* _What you should do_
Set out exactly, line by line, the stretch of data below that begins at the line containing "def test_the_house_comes_first_and_no_name_twice() ->" and ends at the line containing "def test_an_unknown_name_is_refused_with_those_that_exist() ->", with both ends kept.
##### Extracted data
"""One registry of estimators, with words and papers for each."""

from __future__ import annotations

import importlib
import pkgutil
import re
from pathlib import Path

import pytest

from liverfe import wording
from liverfe.fit import ESTIMATORS, comparators, estimator_named, fit_rows
from liverfe.sources import references
from tests.fit.decays import SIGMA_ONE, TWELVE_MS, decay


def test_the_house_comes_first_and_no_name_twice() -> None:
    assert ESTIMATORS[0] == "rician-ml"
    assert len(set(ESTIMATORS)) == len(ESTIMATORS) == 1 + len(comparators.COMPARATORS)


def test_every_file_of_a_comparator_is_in_the_registry_under_its_name() -> None:
    found = {}
    for module in pkgutil.iter_modules(comparators.__path__):
        entry = getattr(
            importlib.import_module(f"{comparators.__name__}.{module.name}"), "ESTIMATOR", None
        )
        if entry is not None:
            found[entry.key] = entry
            assert module.name == entry.key.replace("-", "_")
    assert found == {entry.key: entry for entry in comparators.COMPARATORS}


@pytest.mark.parametrize("key", ESTIMATORS)
def test_an_estimator_is_found_by_its_name_and_its_papers_in_the_bibliography(key: str) -> None:
    entry = estimator_named(key)
    assert entry.key == key
    assert set(entry.citations) <= set(references())


def test_every_estimator_has_words_and_no_words_lack_an_estimator() -> None:
    assert tuple(wording.ESTIMATOR_WORDS) == ESTIMATORS
    assert set(wording.ESTIMATOR_REMARKS) == set(ESTIMATORS)
    for words in wording.ESTIMATOR_WORDS.values():
        assert words.algorithm[0].isupper()
        assert not words.algorithm.endswith(".")
        # Half a sentence: it stands behind a colon in a finding.
        assert words.remark[0].islower()
        assert not words.remark.endswith(".")


def test_the_page_of_the_method_file_lists_them_all() -> None:
    page = Path(__file__).parents[2] / "docs" / "reference" / "method-file.md"
    rows = re.findall(r"^\| `([a-z-]+)` \|", page.read_text("utf-8"), flags=re.MULTILINE)
    assert sorted(set(rows) & set(ESTIMATORS)) == sorted(ESTIMATORS)


def test_an_unknown_name_is_refused_with_those_that_exist() -> None:
    with pytest.raises(ValueError, match=r"unknown estimator 'magic'; one of rician-ml, "):
        fit_rows(decay(1, 1, TWELVE_MS).astype("f4"), TWELVE_MS, SIGMA_ONE, 1, model="magic")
##########
* _Output below_
def test_the_house_comes_first_and_no_name_twice() -> None:
    assert ESTIMATORS[0] == "rician-ml"
    assert len(set(ESTIMATORS)) == len(ESTIMATORS) == 1 + len(comparators.COMPARATORS)


def test_every_file_of_a_comparator_is_in_the_registry_under_its_name() -> None:
    found = {}
    for module in pkgutil.iter_modules(comparators.__path__):
        entry = getattr(
            importlib.import_module(f"{comparators.__name__}.{module.name}"), "ESTIMATOR", None
        )
        if entry is not None:
            found[entry.key] = entry
            assert module.name == entry.key.replace("-", "_")
    assert found == {entry.key: entry for entry in comparators.COMPARATORS}


@pytest.mark.parametrize("key", ESTIMATORS)
def test_an_estimator_is_found_by_its_name_and_its_papers_in_the_bibliography(key: str) -> None:
    entry = estimator_named(key)
    assert entry.key == key
    assert set(entry.citations) <= set(references())


def test_every_estimator_has_words_and_no_words_lack_an_estimator() -> None:
    assert tuple(wording.ESTIMATOR_WORDS) == ESTIMATORS
    assert set(wording.ESTIMATOR_REMARKS) == set(ESTIMATORS)
    for words in wording.ESTIMATOR_WORDS.values():
        assert words.algorithm[0].isupper()
        assert not words.algorithm.endswith(".")
        # Half a sentence: it stands behind a colon in a finding.
        assert words.remark[0].islower()
        assert not words.remark.endswith(".")


def test_the_page_of_the_method_file_lists_them_all() -> None:
    page = Path(__file__).parents[2] / "docs" / "reference" / "method-file.md"
    rows = re.findall(r"^\| `([a-z-]+)` \|", page.read_text("utf-8"), flags=re.MULTILINE)
    assert sorted(set(rows) & set(ESTIMATORS)) == sorted(ESTIMATORS)


def test_an_unknown_name_is_refused_with_those_that_exist() -> None:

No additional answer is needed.